An ADN nurse, while competent in delivering direct patient care, might focus primarily on routine assessments and implementation of physician-ordered interventions. They may have less emphasis on holistic and systemic aspects of care, potentially limiting their ability to adapt care plans based on broader patient contexts. Both play vital roles, but BSN nurses’ training in research and leadership enables them to enhance care quality and patient safety actively.
Application of Evidence-Based Practice and Education
EBP is central to contemporary nursing, integrating clinical expertise with the best available evidence to produce optimal patient outcomes. The BSN curriculum emphasizes research literacy, critical appraisal skills, and systematic application of evidence. This foundation enables BSN nurses to implement innovations and participate in quality improvement initiatives more effectively than their ADN counterparts (Melnyk & Fineout-Overholt, 2015).

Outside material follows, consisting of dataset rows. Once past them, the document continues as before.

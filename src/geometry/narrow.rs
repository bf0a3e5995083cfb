//! The narrowest places of an outline: necks of the material, slots between its parts.

use super::outline::{Outline, turn_between};
use super::piece::Piece;
use super::point::{Box2, Point};
use std::f64::consts::TAU;

/// A narrow place.
#[derive(Clone, Copy, Debug, PartialEq)]
pub struct Gap {
    /// Distance of the two walls.
    pub width: f64,
    /// The point halfway between them.
    pub at: Point,
}

/// The narrowest neck and the narrowest slot of an outline.
#[derive(Clone, Copy, Debug, Default, PartialEq)]
pub struct Narrowest {
    /// Through the material.
    pub neck: Option<Gap>,
    /// Through the outside (a hole counts as outside).
    pub slot: Option<Gap>,
}

/// A chord of the boundary with what is needed to shoot from it.
struct Chord {
    a: Point,
    b: Point,
    /// The piece it is a chord of, and the middle of its range.
    piece: usize,
    t: f64,
    /// The chords before and after, unless a corner lies between.
    next_to: [Option<usize>; 2],
}

impl Outline {
    /// The narrowest neck and slot; exact between smooth walls, else to a few parts in a thousand.
    ///
    /// Rays along the normals of many boundary points find the opposite wall; a place counts
    /// where the width is no larger than on either side of it along the boundary, so that the
    /// tip of a wedge, where the width falls to nothing by itself, is no neck. Corners that
    /// point into the space looked at are tried in all directions between their two normals.
    pub fn narrowest(&self) -> Narrowest {
        let size = self.bounds().diagonal();
        let mut chords = Vec::new();
        let mut pieces = Vec::new();
        for l in &self.loops {
            let first = chords.len();
            for p in &l.pieces {
                let mut ts = p.flatten(2e-4 * size);
                // Long edges need several shots.
                let steps = (p.length() / (0.04 * size)).ceil().clamp(3.0, 64.0) as usize;
                if ts.len() <= steps {
                    ts = (0..=steps).map(|k| k as f64 / steps as f64).collect();
                }
                for w in ts.windows(2) {
                    chords.push(Chord {
                        a: p.at(w[0]),
                        b: p.at(w[1]),
                        piece: pieces.len(),
                        t: 0.5 * (w[0] + w[1]),
                        next_to: [None, None],
                    });
                }
                pieces.push(p);
            }
            let n = chords.len() - first;
            for k in 0..n {
                let (this, after) = (first + k, first + (k + 1) % n);
                let (p, q) = (pieces[chords[this].piece], pieces[chords[after].piece]);
                let inner = std::ptr::eq(p, q) && chords[this].t < chords[after].t;
                if inner || turn_between(p, q).abs() < 1e-3 {
                    chords[this].next_to[1] = Some(after);
                    chords[after].next_to[0] = Some(this);
                }
            }
        }
        let grid = ChordGrid::new(&chords, self.bounds());
        Narrowest {
            neck: self.side(&pieces, &chords, &grid, 1.0),
            slot: self.side(&pieces, &chords, &grid, -1.0),
        }
    }

    /// `sign` 1 looks into the material, −1 out of it.
    fn side(
        &self,
        pieces: &[&Piece],
        chords: &[Chord],
        grid: &ChordGrid,
        sign: f64,
    ) -> Option<Gap> {
        let mut best: Option<Gap> = None;
        let mut offer = |width: f64, at: Point| {
            if best.is_none_or(|b| width < b.width) {
                best = Some(Gap { width, at });
            }
        };
        let shots: Vec<Option<(f64, usize)>> = chords
            .iter()
            .enumerate()
            .map(|(k, c)| {
                let normal = (c.b - c.a).unit().left() * sign;
                grid.hit(chords, (c.a + c.b) * 0.5, normal, k)
            })
            .collect();
        for k in 0..chords.len() {
            let Some((width, hit)) = shots[k] else {
                continue;
            };
            // At the end of an edge only what the corner there tries by itself may be smaller.
            let neighbour = |j: usize| shots[j].map_or(f64::INFINITY, |s| s.0);
            let [before, after] = chords[k].next_to.map(|j| j.map(neighbour));
            let slack = 1.0 + 1e-9;
            let (Some(before), Some(after)) = (before, after) else {
                continue;
            };
            let facing = (chords[k].b - chords[k].a)
                .unit()
                .dot((chords[hit].b - chords[hit].a).unit());
            if width <= before * slack && width <= after * slack && facing < -0.5 {
                let (c, h) = (&chords[k], &chords[hit]);
                let normal = (c.b - c.a).unit().left() * sign;
                offer(width, (c.a + c.b) * 0.5 + normal * (0.5 * width));
                let (a, b) = (pieces[c.piece], pieces[h.piece]);
                if let Some((p, q)) = closest_approach(a, c.t, b, h.t)
                    && (p - q).norm() <= width
                {
                    offer((p - q).norm(), (p + q) * 0.5);
                }
            }
        }
        for (width, at) in self.corner_gaps(sign) {
            offer(width, at);
        }
        best
    }

    /// Shortest ways from every corner that points into the space looked at, to any wall they
    /// meet squarely or to another such corner.
    fn corner_gaps(&self, sign: f64) -> Vec<(f64, Point)> {
        let mut corners = Vec::new();
        for l in &self.loops {
            let n = l.pieces.len();
            for k in 0..n {
                let (a, b) = (&l.pieces[(k + n - 1) % n], &l.pieces[k]);
                if turn_between(a, b) * sign < -1e-3 {
                    corners.push((b.start(), a.tangent(1.0), b.tangent(0.0)));
                }
            }
        }
        // Locally shortest: the way lies between the two normals of the corner.
        let between = |c: &(Point, Point, Point), d: Point| {
            c.1.dot(d) >= -1e-9 * d.norm() && c.2.dot(d) <= 1e-9 * d.norm()
        };
        let mut out = Vec::new();
        for (i, c) in corners.iter().enumerate() {
            let mut reach = f64::INFINITY;
            let mut found = None;
            for p in self.pieces() {
                if p.bounds().distance(c.0) >= reach {
                    continue;
                }
                let (t, width) = p.nearest(c.0);
                let inner = t > 1e-9 && t < 1.0 - 1e-9;
                if inner && width > 0.0 && width < reach && between(c, p.at(t) - c.0) {
                    (reach, found) = (width, Some(p.at(t)));
                }
            }
            for (j, o) in corners.iter().enumerate() {
                let d = o.0 - c.0;
                if i != j && d.norm() < reach && between(c, d) && between(o, -d) {
                    (reach, found) = (d.norm(), Some(o.0));
                }
            }
            if let Some(q) = found {
                let middle = (c.0 + q) * 0.5;
                if self.contains(middle) == (sign > 0.0) {
                    out.push((reach, middle));
                }
            }
        }
        out
    }
}

/// The pair of points near t and s where the way from one piece to the other is perpendicular to
/// both. Newton for parallel tangents and a foot, which stays well-conditioned when the pieces
/// all but touch; `None` between straight walls, where the width is known already.
fn closest_approach(a: &Piece, mut t: f64, b: &Piece, mut s: f64) -> Option<(Point, Point)> {
    for _ in 0..20 {
        let (ta, tb) = (a.tangent(t), b.tangent(s));
        let (va, vb) = (a.velocity(t).norm(), b.velocity(s).norm());
        let (ka, kb) = (a.curvature(t) * va, b.curvature(s) * vb);
        let r = a.at(t) - b.at(s);
        let (f, g) = (ta.cross(tb), r.dot(ta));
        let (ft, fs) = (ta.left().cross(tb) * ka, ta.cross(tb.left()) * kb);
        let (gt, gs) = (va + r.dot(ta.left()) * ka, -vb * tb.dot(ta));
        let det = ft * gs - fs * gt;
        let (dt, ds) = ((f * gs - fs * g) / det, (ft * g - gt * f) / det);
        if !(dt.is_finite() && ds.is_finite()) {
            return None;
        }
        t -= dt;
        s -= ds;
        if !on_piece(a, t) || !on_piece(b, s) {
            return None;
        }
        if dt.abs().max(ds.abs()) < 1e-14 {
            break;
        }
    }
    Some((a.at(t), b.at(s)))
}

/// Whether t lies on the piece; a whole circle goes on beyond its seam.
fn on_piece(p: &Piece, t: f64) -> bool {
    let whole = match p {
        Piece::Arc { sweep, .. } | Piece::Ellipse { sweep, .. } => sweep.abs() > TAU - 1e-9,
        _ => false,
    };
    let beyond = if whole { 0.5 } else { 1e-9 };
    (-beyond..=1.0 + beyond).contains(&t)
}

/// Chords by the cells of a square grid they touch.
struct ChordGrid {
    bounds: Box2,
    cell: f64,
    columns: usize,
    rows: usize,
    cells: Vec<Vec<u32>>,
}

impl ChordGrid {
    fn new(chords: &[Chord], bounds: Box2) -> Self {
        let bounds = bounds.widened(1e-6 * bounds.diagonal());
        let per_side = (chords.len() as f64).sqrt().clamp(4.0, 256.0);
        let cell = bounds.size().x.max(bounds.size().y) / per_side;
        let columns = (bounds.size().x / cell) as usize + 1;
        let rows = (bounds.size().y / cell) as usize + 1;
        let mut out = Self {
            bounds,
            cell,
            columns,
            rows,
            cells: vec![Vec::new(); columns * rows],
        };
        for (k, c) in chords.iter().enumerate() {
            let (i0, j0) = out.place(Point {
                x: c.a.x.min(c.b.x),
                y: c.a.y.min(c.b.y),
            });
            let (i1, j1) = out.place(Point {
                x: c.a.x.max(c.b.x),
                y: c.a.y.max(c.b.y),
            });
            for j in j0..=j1 {
                for i in i0..=i1 {
                    out.cells[j * columns + i].push(k as u32);
                }
            }
        }
        out
    }

    fn place(&self, p: Point) -> (usize, usize) {
        let q = (p - self.bounds.lo) * (1.0 / self.cell);
        (
            (q.x.max(0.0) as usize).min(self.columns - 1),
            (q.y.max(0.0) as usize).min(self.rows - 1),
        )
    }

    /// First chord met by the ray, other than `own`, and the distance to it.
    fn hit(&self, chords: &[Chord], from: Point, d: Point, own: usize) -> Option<(f64, usize)> {
        let mut best: Option<(f64, usize)> = None;
        let (mut i, mut j) = self.place(from);
        // Distance along the ray to the next grid line in x and in y, and between lines.
        let lo = self.bounds.lo;
        let line = |k: usize, up: bool| (k + usize::from(up)) as f64 * self.cell;
        let step = |v: f64| {
            if v == 0.0 {
                f64::INFINITY
            } else {
                self.cell / v.abs()
            }
        };
        let first = |v: f64, x: f64, k: usize| {
            if v == 0.0 {
                f64::INFINITY
            } else {
                (line(k, v > 0.0) - x) / v
            }
        };
        let (mut tx, mut ty) = (first(d.x, from.x - lo.x, i), first(d.y, from.y - lo.y, j));
        loop {
            for k in &self.cells[j * self.columns + i] {
                let k = *k as usize;
                if k == own {
                    continue;
                }
                let (c, s) = (&chords[k], chords[k].b - chords[k].a);
                let det = d.cross(s);
                let w = c.a - from;
                let (t, u) = (w.cross(s) / det, w.cross(d) / det);
                let ahead = t > 1e-9 * self.cell && (0.0..=1.0).contains(&u);
                if det != 0.0 && ahead && best.is_none_or(|b| t < b.0) {
                    best = Some((t, k));
                }
            }
            let here = tx.min(ty);
            if best.is_some_and(|b| b.0 <= here) {
                return best;
            }
            if tx < ty {
                tx += step(d.x);
                if d.x > 0.0 {
                    i += 1;
                } else {
                    i = i.wrapping_sub(1);
                }
            } else {
                ty += step(d.y);
                if d.y > 0.0 {
                    j += 1;
                } else {
                    j = j.wrapping_sub(1);
                }
            }
            if i >= self.columns || j >= self.rows {
                return best;
            }
        }
    }
}

#[cfg(test)]
#[allow(clippy::unwrap_used)]
mod tests {
    use super::super::point::pt;
    use super::*;

    fn rectangle(x: f64, y: f64, w: f64, h: f64) -> Outline {
        Outline::rectangle(pt(x, y), pt(w, h)).unwrap()
    }
    fn disc(x: f64, y: f64, r: f64) -> Outline {
        Outline::disc(pt(x, y), r).unwrap()
    }
    fn close(gap: Option<Gap>, width: f64) {
        let got = gap.expect("a gap").width;
        assert!((got - width).abs() < 4e-3 * width, "{got} {width}");
    }

    #[test]
    fn walls_that_face_each_other_are_measured() {
        close(rectangle(0., 0., 10., 1.).narrowest().neck, 1.0);
        assert!(rectangle(0., 0., 10., 1.).narrowest().slot.is_none());
        let ring = Outline::ring(pt(0., 0.), 0.8, 1.0).unwrap().narrowest();
        close(ring.neck, 0.2);
        close(ring.slot, 1.6);
        let u = rectangle(0., 0., 3., 3.)
            .cut(&rectangle(1., 1., 0.5, 5.))
            .unwrap();
        close(u.narrowest().slot, 0.5);
        close(u.narrowest().neck, 1.0);
    }

    #[test]
    fn necks_between_discs_and_corners_are_found() {
        // Two discs that overlap a little: a neck between two inner corners, 2√(1 − 0.99²).
        let pair = disc(0., 0., 1.).add(&disc(1.98, 0., 1.)).unwrap();
        let n = pair.narrowest().neck.expect("a neck");
        close(Some(n), 2.0 * f64::sqrt(1.0 - 0.99 * 0.99));
        assert!((n.at - pt(0.99, 0.)).norm() < 1e-9);
        let apart = disc(0., 0., 1.).add(&disc(2.1, 0.3, 1.)).unwrap();
        close(apart.narrowest().slot, 2.1f64.hypot(0.3) - 2.0);
        let channel = disc(0., 0., 1.)
            .add(&disc(3., 0., 1.))
            .unwrap()
            .add(&rectangle(0., -0.05, 3., 0.1))
            .unwrap();
        close(channel.narrowest().neck, 0.1);
    }

    #[test]
    fn a_wedge_is_no_neck() {
        let t = Outline::polygon(&[pt(0., 0.), pt(4., 0.), pt(0., 0.7)]).unwrap();
        let neck = t.narrowest().neck;
        assert!(neck.is_none_or(|n| n.width > 0.3), "{neck:?}");
    }
}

The academic preparation at the BSN level fosters a mindset of inquiry and lifelong learning, essential in rapidly evolving healthcare environments. These nurses are equipped to interpret research findings, adapt best practices, and advocate for policy changes rooted in scientific evidence. This capacity directly impacts patient safety, satisfaction, and overall health system performance (American Academy of College of Nursing [AACN], 2021).

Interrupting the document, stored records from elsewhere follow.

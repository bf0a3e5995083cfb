//! Whether an outline is fit to be worked with.

use super::error::GeometryError;
use super::meet::{meet, meeting_boxes};
use super::outline::Outline;
use super::piece::Piece;
use super::point::{Box2, Point};

impl Outline {
    /// Refuses an outline that is empty, not closed, crosses itself, encloses nothing, or has a
    /// part thinner than `thinnest` of its size (the diagonal of its box).
    pub fn check(&self, thinnest: f64) -> Result<(), GeometryError> {
        let size = self.bounds().diagonal();
        if self.loops.is_empty() || size.is_nan() || size <= 0.0 {
            return Err(GeometryError::NoArea);
        }
        if !size.is_finite() {
            return Err(GeometryError::NotFinite {
                what: "a coordinate of the outline".to_string(),
            });
        }
        self.check_joints(size)?;
        if let Some(at) = self.self_crossing(1e-12 * size) {
            return Err(GeometryError::CrossesItself { at });
        }
        // Loops run the wrong way round would count as holes of nothing.
        if self.area() <= 1e-12 * size * size {
            return Err(GeometryError::NoArea);
        }
        let narrow = self.narrowest();
        for gap in [narrow.neck, narrow.slot].into_iter().flatten() {
            if gap.width < thinnest * size {
                return Err(GeometryError::Sliver {
                    width: gap.width,
                    at: gap.at,
                });
            }
        }
        Ok(())
    }

    fn check_joints(&self, size: f64) -> Result<(), GeometryError> {
        for l in &self.loops {
            let n = l.pieces.len();
            for k in 0..n {
                let (end, start) = (l.pieces[k].end(), l.pieces[(k + 1) % n].start());
                if (end - start).norm() > 1e-9 * size {
                    return Err(GeometryError::Open {
                        from: end,
                        to: start,
                    });
                }
            }
        }
        Ok(())
    }

    /// A place where two pieces cross or touch elsewhere than in a common end.
    fn self_crossing(&self, eps: f64) -> Option<Point> {
        let pieces: Vec<&Piece> = self.pieces().collect();
        let boxes: Vec<Box2> = pieces.iter().map(|p| p.bounds().widened(eps)).collect();
        let is_end = |t: f64| t == 0.0 || t == 1.0;
        meeting_boxes(&boxes).into_iter().find_map(|(i, j)| {
            meet(pieces[i], pieces[j], eps)
                .into_iter()
                .find(|(t, s)| !(is_end(*t) && is_end(*s)))
                .map(|(t, _)| pieces[i].at(t))
        })
    }
}

#[cfg(test)]
#[allow(clippy::unwrap_used)]
mod tests {
    use super::super::point::pt;
    use super::*;

    #[test]
    fn good_outlines_pass() {
        let l = Outline::rectangle(pt(0., 0.), pt(2., 1.))
            .unwrap()
            .add(&Outline::rectangle(pt(0., 0.), pt(1., 2.)).unwrap())
            .unwrap();
        for o in [
            l.clone(),
            l.rounded(0.1).unwrap(),
            Outline::disc(pt(0., 0.), 1.).unwrap(),
            Outline::ring(pt(0., 0.), 0.5, 1.).unwrap(),
            Outline::sector(pt(0., 0.), 1., 0., 0.2).unwrap(),
        ] {
            assert_eq!(o.check(1e-6), Ok(()), "{o:?}");
        }
    }

    #[test]
    fn bad_ones_say_where() {
        assert_eq!(Outline::default().check(1e-6), Err(GeometryError::NoArea));
        let v = [pt(0., 0.), pt(1., 1.), pt(1., 0.), pt(0., 1.)];
        let bow = (0..4).map(|k| Piece::line(v[k], v[(k + 1) % 4])).collect();
        let crossing = GeometryError::CrossesItself { at: pt(0.5, 0.5) };
        assert_eq!(Outline::single(bow).check(1e-6), Err(crossing));
        let open = (0..3).map(|k| Piece::line(v[k], v[k + 1])).collect();
        assert!(matches!(
            Outline::single(open).check(1e-6),
            Err(GeometryError::Open { .. })
        ));
        let gap = Outline::disc(pt(0., 0.), 1.)
            .unwrap()
            .add(&Outline::disc(pt(2.0 + 1e-7, 0.), 1.).unwrap())
            .unwrap();
        assert!(matches!(gap.check(1e-6), Err(GeometryError::Sliver { .. })));
    }
}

Interdisciplinary Communication and Collaboration
Effective interdisciplinary collaboration enhances patient safety and outcomes by leveraging diverse expertise. Nurses today communicate seamlessly through electronic health record systems, team meetings, and telehealth platforms, ensuring timely information sharing. BSN-prepared nurses often occupy leadership roles that facilitate coordination and advocate for patient-centered care (O’Daniel & Rosenstein, 2008).
Such collaboration involves transparent communication, mutual respect, and shared decision-making among healthcare team members—physicians, pharmacists, social workers, and others. This teamwork reduces errors, streamlines workflows, and promotes safer, more efficient care environments. Interprofessional education during BSN programs prepares nurses to navigate complex team dynamics and uphold the principles of collaborative practice (Cole & McLaughlin, 2017).
Conclusion
Nursing practice has dynamically evolved from task-based roles to comprehensive, autonomous professions committed to evidence-based, holistic care. The distinction between associate and baccalaureate education significantly influences the scope, responsibilities, and leadership capacities of nurses. Emphasizing evidence-based practice and interdisciplinary collaboration is essential for improving patient outcomes. As healthcare continues to change, nurses at all educational levels must adapt and advance their skills, ensuring they meet the diverse needs of the populations they serve.
References
- American Academy of Colleges of Nursing (AACN). (2019). The essentials of baccalaureate education for professional nursing practice. AACN.
- American Nurses Association (ANA). (2017). Nursing: Scope and standards of practice (3rd ed.). ANA.
- Benner, P. (2015). From novice to expert: Excellence and power in clinical nursing practice. Prentice Hall.
- Cole, S., & McLaughlin, D. (2017). Interprofessional practice in nursing and health sciences. Jones & Bartlett Learning.
- Institute of Medicine (IOM). (2011). The future of nursing: Leading change, advancing health. NAS.
- Kalisch, B. J., Lee, S., & Raingekar, S. (2019). Patient safety in nursing practice: An overview. Journal of Nursing Care Quality, 34(4), 301–308.
- Melnyk, B. M., & Fineout-Overholt, E. (2015). Evidence-based practice in nursing & healthcare: A guide to best practice. Wolters Kluwer.
- O’Daniel, M., & Rosenstein, A. H. (2008). Professional communication and teamwork:
- Creating a culture of safety. In Proceedings of the Patient Safety V (pp. 33–40).